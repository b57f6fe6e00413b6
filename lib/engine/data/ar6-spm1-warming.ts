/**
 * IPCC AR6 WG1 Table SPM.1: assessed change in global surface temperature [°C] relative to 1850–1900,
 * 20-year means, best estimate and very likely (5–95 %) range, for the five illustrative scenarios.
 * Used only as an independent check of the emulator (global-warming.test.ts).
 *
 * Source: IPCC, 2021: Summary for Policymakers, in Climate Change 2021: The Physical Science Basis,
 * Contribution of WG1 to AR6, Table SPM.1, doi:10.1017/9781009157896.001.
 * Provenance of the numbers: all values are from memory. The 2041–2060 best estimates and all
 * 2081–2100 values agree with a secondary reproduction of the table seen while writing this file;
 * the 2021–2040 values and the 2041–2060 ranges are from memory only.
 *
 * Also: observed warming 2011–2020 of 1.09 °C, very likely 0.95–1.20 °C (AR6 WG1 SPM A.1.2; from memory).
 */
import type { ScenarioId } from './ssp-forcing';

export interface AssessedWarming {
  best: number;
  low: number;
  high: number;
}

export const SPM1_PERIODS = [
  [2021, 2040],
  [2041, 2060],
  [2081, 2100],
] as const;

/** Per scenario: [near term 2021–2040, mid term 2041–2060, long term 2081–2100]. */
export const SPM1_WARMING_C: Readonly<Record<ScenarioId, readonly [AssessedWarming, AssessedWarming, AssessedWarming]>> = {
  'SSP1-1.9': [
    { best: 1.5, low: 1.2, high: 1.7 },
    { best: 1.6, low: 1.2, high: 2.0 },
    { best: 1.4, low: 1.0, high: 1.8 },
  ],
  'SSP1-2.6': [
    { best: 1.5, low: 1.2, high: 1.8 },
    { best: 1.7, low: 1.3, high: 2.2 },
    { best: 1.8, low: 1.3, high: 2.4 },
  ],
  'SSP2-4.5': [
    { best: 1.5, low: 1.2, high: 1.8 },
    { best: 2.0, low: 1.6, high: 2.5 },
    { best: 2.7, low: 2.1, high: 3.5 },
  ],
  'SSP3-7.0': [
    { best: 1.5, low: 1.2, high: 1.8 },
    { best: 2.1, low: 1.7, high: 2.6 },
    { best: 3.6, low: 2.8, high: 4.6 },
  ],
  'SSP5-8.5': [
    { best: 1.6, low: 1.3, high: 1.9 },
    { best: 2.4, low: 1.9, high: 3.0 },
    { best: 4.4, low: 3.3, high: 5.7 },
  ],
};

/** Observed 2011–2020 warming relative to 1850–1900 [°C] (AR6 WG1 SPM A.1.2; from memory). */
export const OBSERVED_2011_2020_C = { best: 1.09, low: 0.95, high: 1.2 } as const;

::::

What to do ::
Go line by line through the data above and count those holding "ScenarioId"; report the number alone.

Response ::
2